In terms of the handle diameter, the Living.Fit dumbbells are actually uniform in size across all of the weight options with a diameter of 1.3 inches. The handles are also around five inches in length regardless of the weight you’re working with. The overall size of the bells will increase as you go up in weight though since the heads do get bigger as the weights get heavier.


Living.Fit offers a lifetime warranty on these dumbbells for at-home use, and a two-year warranty for commercial usage. 

Places to Buy

You can buy these dumbbells directly through Living.Fit’s website or Amazon. 

Company Information

Founded in 2018, Living.Fit is focused on making life-changing fitness as simple as possible for athletes of all fitness levels. To find out more about their operations, you can send an email to [email protected], and someone from their support team will answer any questions you may have. 

Final Word

These Living.Fit Dumbbells are made with a mix of steel handles that are welded to rubber-coated cast iron heads. The chrome plating on the handles will fight off some corrosion, while the rubber is going to protect the structural integrity of the dumbbells. Plus, the rubber will protect your surrounding equipment from harm, and decrease the noise when dropped. 

The ergonomic handles are thicker in the middle and feature a knurling that lines up with your fingers and palm for a solid grip. Because you can purchase these in a pair or as a full set, there’s a good chance the majority of the weightlifting community will be able to find bells that are compatible with their strength level. Considering the durability and the multiple buying options, we believe these are a great option for athletes of all shapes and sizes to add to their home gym. Plus, they aren’t as expensive as many of the other dumbbells you may find on the market today. 


What type of handle is featured on the Living.Fit Dumbbells?

These dumbbells feature a classic ergonomic handle that is thicker in the middle, so it fills up your palms while lifting. The 1.3 inch handle diameter stays the same no matter the weight you choose.

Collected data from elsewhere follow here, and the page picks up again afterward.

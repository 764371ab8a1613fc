"""``turnaudit compare`` as it is used."""

from __future__ import annotations

import json
from pathlib import Path

import pytest
from click.testing import CliRunner, Result

from auditor.cli import turnaudit
from tests.compare.stations import shop


@pytest.fixture
def program(tmp_path: Path) -> Path:
    return shop(tmp_path)


def compare(*arguments: object) -> Result:
    return CliRunner().invoke(turnaudit, ["compare", *map(str, arguments)])


def test_screen_fits_eighty_columns(program: Path) -> None:
    result = compare(program, "--tool", 1, "--with", "positive", "flat", "lasting", "--rake", "-12..18")
    assert result.exit_code == 0, result.output
    shown = result.stdout.replace(str(program.parent), "")
    assert max(map(len, shown.splitlines())) <= 80
    for word in ("positive", "flat", "lasting", "cutting force", "passive force", "torque", "roughness Ra", "rubs"):
        assert word in shown
    assert "eases stop to review spindle-torque in line 11" in shown


def test_one_with_takes_several_tools_and_so_do_several(program: Path) -> None:
    first = compare(program, "--tool", 1, "--with", "positive", "flat", "--format", "json")
    second = compare("--with", "positive", "--tool", 1, "--with", "flat", program, "--format", "json")
    assert first.exit_code == second.exit_code == 0
    assert json.loads(first.stdout) == json.loads(second.stdout)


def test_json_has_every_figure_with_its_unit(program: Path) -> None:
    body = json.loads(compare(program, "--tool", 1, "--with", "flat", "--rake=-6..6:6", "--format", "json").stdout)
    assert body["report"] == "turnaudit-compare/1"
    assert [tool["name"] for tool in body["tools"]] == ["as declared", "flat"]
    assert body["tools"][0]["changes"] == []
    figures = body["tools"][1]["figures"]
    assert figures["cutting_force_N"] > body["tools"][0]["figures"]["cutting_force_N"]
    assert figures["edges_per_part"] is None
    assert {change["what"] for change in body["tools"][1]["changes"]} <= {"new", "worse", "left", "eased", "fixed"}
    assert [row["effective_rake_deg"] for row in body["rake_study"]["rows"]] == [-6.0, 0.0, 6.0]


def test_output_is_written_and_an_input_is_not_overwritten(program: Path) -> None:
    target = program.with_name("compared.txt")
    assert compare(program, "--tool", 1, "--with", "flat", "--output", target).exit_code == 0
    assert "cutting force" in target.read_text(encoding="utf-8")
    before = program.read_bytes()
    assert compare(program, "--tool", 1, "--with", "flat", "--output", program).exit_code == 2
    assert program.read_bytes() == before


@pytest.mark.parametrize(
    ("arguments", "said"),
    [
        (("--tool", 1), "--with"),
        (("--with", "flat"), "--tool"),
        (("--tool", 1, "--with", "flot"), 'wanted "flat"'),
        (("--tool", 1, "--rake", "5..1"), "range of rakes"),
        (("--tool", 1, "--rake", "nothing"), "range of rakes"),
        (("--tool", 1, "--rake", "0..900"), "range of rakes"),
        (("--tool", 1, "--rake", "0..40"), "outside the model's range"),
        (("--tool", 3, "--rake", "0..6"), "not declared"),
    ],
)
def test_what_cannot_be_done_is_said(program: Path, arguments: tuple[object, ...], said: str) -> None:
    result = compare(program, *arguments)
    assert result.exit_code == 2
    assert said in result.stderr
    assert "Traceback" not in result.stderr


def test_a_program_without_a_job_is_sent_to_draft(program: Path) -> None:
    program.with_name("pin.job.toml").unlink()
    result = compare(program, "--tool", 1, "--with", "flat")
    assert result.exit_code == 2
    assert "turnaudit draft pin.nc" in result.stderr
    assert compare(program.with_name("no.nc"), "--tool", 1, "--with", "flat").exit_code == 2
    assert compare(program.parent, "--tool", 1, "--with", "flat").exit_code == 2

What are the different weight options available with the Living.Fit Dumbbells?

Living.Fit offers these dumbbells in individual pairs that range from five to 100 pounds in five pound increments. Or you can opt for a full set. Their sets range from five to 50 pounds, five to 75 pounds, 55 to 75 pounds, 80 to 100 pounds, as well as a full set that ranges from 5 to 100 pounds.

How much do the Living.Fit Dumbbells cost?

Since there are so many buying options, the prices vary. If you want to add a few pairs to your existing equipment stash, the five-pound bells will be the cheapest, costing about $30 for a pair. The 25’s are around $100, the 50’s are about $180, and the 100’s are roughly $400.

If you want to buy in bulk, the cheapest set is the $300 five- to 25-pound set. The five- to 50-pound set is around $1,000, and the complete set ranging from five to 100 pounds will run you around $3,600. Plus, there are a couple of in-between sets for you to purchase. While these certainly aren’t “cheap,” we found these prices to be pretty average compared to the rest of the market.